▶ **Your goal**:
Nothing but the data itself, reproduced exactly, is the expected answer.

══ Recorded information ══

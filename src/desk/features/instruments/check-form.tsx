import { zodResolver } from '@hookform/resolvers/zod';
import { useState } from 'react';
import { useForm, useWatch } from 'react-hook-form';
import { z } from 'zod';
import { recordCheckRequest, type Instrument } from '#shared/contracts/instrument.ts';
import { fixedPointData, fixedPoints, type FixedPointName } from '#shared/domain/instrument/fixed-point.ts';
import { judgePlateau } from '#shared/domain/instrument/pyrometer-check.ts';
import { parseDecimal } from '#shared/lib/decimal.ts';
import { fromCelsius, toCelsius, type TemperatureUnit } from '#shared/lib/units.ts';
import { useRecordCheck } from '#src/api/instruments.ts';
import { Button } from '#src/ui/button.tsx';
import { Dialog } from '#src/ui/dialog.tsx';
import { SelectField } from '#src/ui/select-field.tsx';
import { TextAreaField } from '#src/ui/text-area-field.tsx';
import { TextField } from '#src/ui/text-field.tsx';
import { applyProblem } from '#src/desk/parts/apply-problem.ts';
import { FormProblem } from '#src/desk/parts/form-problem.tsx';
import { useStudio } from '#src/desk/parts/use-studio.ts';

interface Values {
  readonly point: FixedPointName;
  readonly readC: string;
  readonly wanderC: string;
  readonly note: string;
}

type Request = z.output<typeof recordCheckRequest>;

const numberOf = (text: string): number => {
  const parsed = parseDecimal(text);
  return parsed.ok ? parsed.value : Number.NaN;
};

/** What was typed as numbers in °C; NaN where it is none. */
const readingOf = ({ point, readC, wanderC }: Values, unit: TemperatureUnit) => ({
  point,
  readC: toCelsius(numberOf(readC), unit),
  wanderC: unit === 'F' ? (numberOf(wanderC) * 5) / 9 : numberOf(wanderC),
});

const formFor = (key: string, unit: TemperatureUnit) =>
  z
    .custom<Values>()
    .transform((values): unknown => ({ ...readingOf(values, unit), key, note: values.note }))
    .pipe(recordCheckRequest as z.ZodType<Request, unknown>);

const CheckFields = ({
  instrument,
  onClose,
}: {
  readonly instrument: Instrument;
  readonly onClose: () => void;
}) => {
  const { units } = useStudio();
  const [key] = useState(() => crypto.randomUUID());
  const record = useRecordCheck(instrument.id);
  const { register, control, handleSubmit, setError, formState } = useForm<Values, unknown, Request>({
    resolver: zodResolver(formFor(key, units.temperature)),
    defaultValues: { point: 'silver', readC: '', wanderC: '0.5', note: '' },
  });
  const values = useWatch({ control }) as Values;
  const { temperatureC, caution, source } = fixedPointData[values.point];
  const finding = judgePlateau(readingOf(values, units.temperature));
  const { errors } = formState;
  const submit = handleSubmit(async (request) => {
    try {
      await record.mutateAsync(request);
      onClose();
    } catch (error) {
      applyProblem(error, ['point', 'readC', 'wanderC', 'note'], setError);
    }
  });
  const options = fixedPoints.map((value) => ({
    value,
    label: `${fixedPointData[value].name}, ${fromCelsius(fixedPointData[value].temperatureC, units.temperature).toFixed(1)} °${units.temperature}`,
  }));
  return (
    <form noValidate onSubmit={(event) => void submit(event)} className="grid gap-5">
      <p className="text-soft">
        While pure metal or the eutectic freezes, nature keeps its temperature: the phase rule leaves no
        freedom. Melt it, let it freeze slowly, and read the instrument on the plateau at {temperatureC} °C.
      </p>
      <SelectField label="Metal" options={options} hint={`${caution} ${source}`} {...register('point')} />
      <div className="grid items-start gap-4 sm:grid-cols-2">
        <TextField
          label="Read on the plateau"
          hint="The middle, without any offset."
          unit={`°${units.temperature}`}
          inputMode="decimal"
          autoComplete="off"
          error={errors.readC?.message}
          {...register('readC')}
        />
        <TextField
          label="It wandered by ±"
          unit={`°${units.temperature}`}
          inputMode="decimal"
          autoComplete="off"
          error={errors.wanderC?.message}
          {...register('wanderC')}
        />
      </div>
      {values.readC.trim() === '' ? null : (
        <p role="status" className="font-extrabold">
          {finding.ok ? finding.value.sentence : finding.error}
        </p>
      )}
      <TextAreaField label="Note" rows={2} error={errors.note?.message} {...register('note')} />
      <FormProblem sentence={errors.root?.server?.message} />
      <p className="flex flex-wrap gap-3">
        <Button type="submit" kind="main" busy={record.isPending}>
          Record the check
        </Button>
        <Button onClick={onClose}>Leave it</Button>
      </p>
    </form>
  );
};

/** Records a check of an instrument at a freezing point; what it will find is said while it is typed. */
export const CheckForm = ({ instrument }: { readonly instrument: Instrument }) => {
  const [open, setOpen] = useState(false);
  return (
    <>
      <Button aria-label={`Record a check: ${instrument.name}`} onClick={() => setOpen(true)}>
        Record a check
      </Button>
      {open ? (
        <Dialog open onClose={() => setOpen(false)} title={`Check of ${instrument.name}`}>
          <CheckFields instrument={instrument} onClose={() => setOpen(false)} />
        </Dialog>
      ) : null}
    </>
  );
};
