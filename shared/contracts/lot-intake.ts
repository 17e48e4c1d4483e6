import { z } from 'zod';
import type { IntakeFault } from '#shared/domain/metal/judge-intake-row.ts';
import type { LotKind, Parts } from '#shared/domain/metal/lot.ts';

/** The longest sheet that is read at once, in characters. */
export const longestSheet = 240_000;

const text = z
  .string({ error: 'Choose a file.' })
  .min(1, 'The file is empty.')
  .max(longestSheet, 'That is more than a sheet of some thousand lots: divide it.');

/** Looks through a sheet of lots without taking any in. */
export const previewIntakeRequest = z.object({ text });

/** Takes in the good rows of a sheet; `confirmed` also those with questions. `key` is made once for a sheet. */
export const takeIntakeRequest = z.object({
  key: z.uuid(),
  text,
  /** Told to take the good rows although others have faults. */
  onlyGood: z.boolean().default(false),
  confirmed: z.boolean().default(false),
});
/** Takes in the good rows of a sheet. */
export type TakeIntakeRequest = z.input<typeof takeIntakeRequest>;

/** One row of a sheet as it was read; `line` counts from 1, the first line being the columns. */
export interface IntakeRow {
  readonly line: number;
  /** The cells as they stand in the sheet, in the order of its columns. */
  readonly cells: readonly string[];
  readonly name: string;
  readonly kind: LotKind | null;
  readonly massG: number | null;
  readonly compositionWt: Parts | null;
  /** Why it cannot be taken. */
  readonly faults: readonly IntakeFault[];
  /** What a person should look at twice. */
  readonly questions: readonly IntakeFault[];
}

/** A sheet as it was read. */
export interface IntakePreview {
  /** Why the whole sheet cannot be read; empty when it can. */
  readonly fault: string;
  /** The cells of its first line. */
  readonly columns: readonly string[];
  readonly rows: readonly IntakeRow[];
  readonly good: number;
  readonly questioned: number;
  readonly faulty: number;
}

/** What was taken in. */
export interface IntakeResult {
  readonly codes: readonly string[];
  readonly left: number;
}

═══

▶ **Completed exercise**:
filename src/desk/features/instruments/check-form.tsx
import { zodResolver } from '@hookform/resolvers/zod';
import { useState } from 'react';
import { useForm, useWatch } from 'react-hook-form';
import { z } from 'zod';
import { recordCheckRequest, type Instrument } from '#shared/contracts/instrument.ts';
import { fixedPointData, fixedPoints, type FixedPointName } from '#shared/domain/instrument/fixed-point.ts';
import { judgePlateau } from '#shared/domain/instrument/pyrometer-check.ts';
import { parseDecimal } from '#shared/lib/decimal.ts';
import { fromCelsius, toCelsius, type TemperatureUnit } from '#shared/lib/units.ts';
import { useRecordCheck } from '#src/api/instruments.ts';
import { Button } from '#src/ui/button.tsx';
import { Dialog } from '#src/ui/dialog.tsx';
import { SelectField } from '#src/ui/select-field.tsx';
import { TextAreaField } from '#src/ui/text-area-field.tsx';
import { TextField } from '#src/ui/text-field.tsx';
import { applyProblem } from '#src/desk/parts/apply-problem.ts';
import { FormProblem } from '#src/desk/parts/form-problem.tsx';
import { useStudio } from '#src/desk/parts/use-studio.ts';

interface Values {
  readonly point: FixedPointName;
  readonly readC: string;
  readonly wanderC: string;
  readonly note: string;
}

type Request = z.output<typeof recordCheckRequest>;

const numberOf = (text: string): number => {
  const parsed = parseDecimal(text);
  return parsed.ok ? parsed.value : Number.NaN;
};

/** What was typed as numbers in °C; NaN where it is none. */
const readingOf = ({ point, readC, wanderC }: Values, unit: TemperatureUnit) => ({
  point,
  readC: toCelsius(numberOf(readC), unit),
  wanderC: unit === 'F' ? (numberOf(wanderC) * 5) / 9 : numberOf(wanderC),
});

const formFor = (key: string, unit: TemperatureUnit) =>
  z
    .custom<Values>()
    .transform((values): unknown => ({ ...readingOf(values, unit), key, note: values.note }))
    .pipe(recordCheckRequest as z.ZodType<Request, unknown>);

const CheckFields = ({
  instrument,
  onClose,
}: {
  readonly instrument: Instrument;
  readonly onClose: () => void;
}) => {
  const { units } = useStudio();
  const [key] = useState(() => crypto.randomUUID());
  const record = useRecordCheck(instrument.id);
  const { register, control, handleSubmit, setError, formState } = useForm<Values, unknown, Request>({
    resolver: zodResolver(formFor(key, units.temperature)),
    defaultValues: { point: 'silver', readC: '', wanderC: '0.5', note: '' },
  });
  const values = useWatch({ control }) as Values;
  const { temperatureC, caution, source } = fixedPointData[values.point];
  const finding = judgePlateau(readingOf(values, units.temperature));
  const { errors } = formState;
  const submit = handleSubmit(async (request) => {
    try {
      await record.mutateAsync(request);
      onClose();
    } catch (error) {
      applyProblem(error, ['point', 'readC', 'wanderC', 'note'], setError);
    }
  });
  const options = fixedPoints.map((value) => ({
    value,
    label: `${fixedPointData[value].name}, ${fromCelsius(fixedPointData[value].temperatureC, units.temperature).toFixed(1)} °${units.temperature}`,
  }));
  return (
    <form noValidate onSubmit={(event) => void submit(event)} className="grid gap-5">
      <p className="text-soft">
        While pure metal or the eutectic freezes, nature keeps its temperature: the phase rule leaves no
        freedom. Melt it, let it freeze slowly, and read the instrument on the plateau at {temperatureC} °C.
      </p>
      <SelectField label="Metal" options={options} hint={`${caution} ${source}`} {...register('point')} />
      <div className="grid items-start gap-4 sm:grid-cols-2">
        <TextField
          label="Read on the plateau"
          hint="The middle, without any offset."
          unit={`°${units.temperature}`}
          inputMode="decimal"
          autoComplete="off"
          error={errors.readC?.message}
          {...register('readC')}
        />
        <TextField
          label="It wandered by ±"
          unit={`°${units.temperature}`}
          inputMode="decimal"
          autoComplete="off"
          error={errors.wanderC?.message}
          {...register('wanderC')}
        />
      </div>
      {values.readC.trim() === '' ? null : (
        <p role="status" className="font-extrabold">
          {finding.ok ? finding.value.sentence : finding.error}
        </p>
      )}
      <TextAreaField label="Note" rows={2} error={errors.note?.message} {...register('note')} />
      <FormProblem sentence={errors.root?.server?.message} />
      <p className="flex flex-wrap gap-3">
        <Button type="submit" kind="main" busy={record.isPending}>
          Record the check
        </Button>
        <Button onClick={onClose}>Leave it</Button>
      </p>
    </form>
  );
};

/** Records a check of an instrument at a freezing point; what it will find is said while it is typed. */
export const CheckForm = ({ instrument }: { readonly instrument: Instrument }) => {
  const [open, setOpen] = useState(false);
  return (
    <>
      <Button aria-label={`Record a check: ${instrument.name}`} onClick={() => setOpen(true)}>
        Record a check
      </Button>
      {open ? (
        <Dialog open onClose={() => setOpen(false)} title={`Check of ${instrument.name}`}>
          <CheckFields instrument={instrument} onClose={() => setOpen(false)} />
        </Dialog>
      ) : null}
    </>
  );
};
filename shared/contracts/lot-intake.ts
repository 17e48e4c1d4483e6
import { z } from 'zod';
import type { IntakeFault } from '#shared/domain/metal/judge-intake-row.ts';
import type { LotKind, Parts } from '#shared/domain/metal/lot.ts';

/** The longest sheet that is read at once, in characters. */
export const longestSheet = 240_000;

const text = z
  .string({ error: 'Choose a file.' })
  .min(1, 'The file is empty.')
  .max(longestSheet, 'That is more than a sheet of some thousand lots: divide it.');

/** Looks through a sheet of lots without taking any in. */
export const previewIntakeRequest = z.object({ text });

/** Takes in the good rows of a sheet; `confirmed` also those with questions. `key` is made once for a sheet. */
export const takeIntakeRequest = z.object({
  key: z.uuid(),
  text,
  /** Told to take the good rows although others have faults. */
  onlyGood: z.boolean().default(false),
  confirmed: z.boolean().default(false),
});
/** Takes in the good rows of a sheet. */
export type TakeIntakeRequest = z.input<typeof takeIntakeRequest>;

/** One row of a sheet as it was read; `line` counts from 1, the first line being the columns. */
export interface IntakeRow {
  readonly line: number;
  /** The cells as they stand in the sheet, in the order of its columns. */
  readonly cells: readonly string[];
  readonly name: string;
  readonly kind: LotKind | null;
  readonly massG: number | null;
  readonly compositionWt: Parts | null;
  /** Why it cannot be taken. */
  readonly faults: readonly IntakeFault[];
  /** What a person should look at twice. */
  readonly questions: readonly IntakeFault[];
}

/** A sheet as it was read. */
export interface IntakePreview {
  /** Why the whole sheet cannot be read; empty when it can. */
  readonly fault: string;
  /** The cells of its first line. */
  readonly columns: readonly string[];
  readonly rows: readonly IntakeRow[];
  readonly good: number;
  readonly questioned: number;
  readonly faulty: number;
}

/** What was taken in. */
export interface IntakeResult {
  readonly codes: readonly string[];
  readonly left: number;
}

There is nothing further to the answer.